Barry, apparently, didn’t leave—after she left, he entered her house and, finding no one, called Watts-Brighthaupt from her porch and asked her to come back, saying her ex-husband wasn’t there. Brighthaupt, as it turns out, had left the house to run an errand and was around the corner. His ex-wife still didn’t want the two to meet, but she also didn’t want Barry going back inside her house, so she called Brighthaupt, who went home and, barely speaking to Barry, locked the door and left. He then walked to a nearby carryout to meet his ex-wife; they planned to go watch the fireworks in the park, hoping Barry would be gone by the time they returned.

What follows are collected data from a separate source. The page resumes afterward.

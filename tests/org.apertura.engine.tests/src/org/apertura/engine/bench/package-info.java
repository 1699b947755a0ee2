/*
 * Copyright (c) 2026 Apertura contributors.
 * SPDX-License-Identifier: EPL-2.0
 */
/**
 * Benchmark of the check engine (run by bench/engine/run, not a test): a seeded generator of
 * routing-like layouts and a straightforward JTS checker to compare against.
 */
package org.apertura.engine.bench;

Barry, though, had already left in his BMW. By chance, he stopped at the same traffic light as Watts-Brighthaupt and her ex-husband. He noticed them and began to follow them west on Good Hope Road SE. When they passed Martin Luther King Jr. Avenue and dipped under I-295 to enter the park, Barry started flashing his high beams and attempting to pull alongside them on the left. “He swerves a little, and he’s about to hit my truck,” she says. That’s when the Park Police officer pulled Barry over; Watts-Brighthaupt says she did nothing to attract his attention.
When the cop got out of his cruiser, Watts-Brighthaupt got out of her vehicle, as well, she says, to tell the cop, “He’s following me, make sure that he gets home.” The cop ordered her to get back in her car. After speaking to Barry, the cop came back and asked her if she had been in a relationship with Barry and if her ex-husband, riding shotgun, had ever threatened Barry.
She answered yes to the first query, she says, and no to the second, adding, “I have proof.”
The officer then went back to speak to Barry again; at this point, he’s arrested, she says: “I don’t know what Marion said, but next thing he’s arrested….Whatever was said by him was the reason he was arrested.”
At no point, says Watts-Brighthaupt, did she accuse Barry of stalking her. “I have no intention to press charges,” she says.
LL pressed her on Barry’s behavior: “There’s a lot of proof showing he tries to keep my attention quite a bit,” she says, “but I allow it.” LL asked if he’ll stop doing things if she asks: “He doesn’t, but I don’t complain. I just teach him a lesson.”
As far as lessons go, Watts-Brighthaupt is getting a lesson in Barry’s PR strategy, which seems to be aimed at impeaching her reputation. At a press conference today, spokesperson Natalie Williams referred to Watts-Brighthaupt’s “instability”—including health and employment problems—and implied that she had asked for financial help, which Barry had oh-so-generously supplied. Barry, she said, felt “betrayed.”
Watts-Brighthaupt says she has cancer, and that she hasn’t held steady work in two years, but that she has held consulting contracts since. “I’m not destitute,” she says. “I never, ever, ever asked Marion for a goddamn thing,” she says. “Anything he gave me was of his own free will.” That included, she says, a September trip to Jamaica.
As for the supposed financial support: “If we were dating, whose business is it that there were gifts?” she asks. “You call that ‘financial support’? I call ‘financial support’ paying my condo bill.” Barry, she says, would come over, “look through my stuff and take some of my bills….He would take care of it on his own.”
Watts-Brighthaupt says she just wants Barry to atone for humiliating her and her ex-husband at the Wilson Building last week—possibly, by making a statement clearing him of any wrongdoing. “My husband had never, ever threatened Marion Barry,” she says. “We just wanted him to clear what he said three days ago.” She says that since the arrest, she hasn’t heard from Barry, his lawyer, or anyone else regarding the arrest. If she doesn’t hear something soon, Watts-Brighthaupt says, “too much would come out that he doesn’t want.”
She says there’s no personal animus involved here, even what Williams said today: “I’m not mad at him,” she says. “I know how he works.”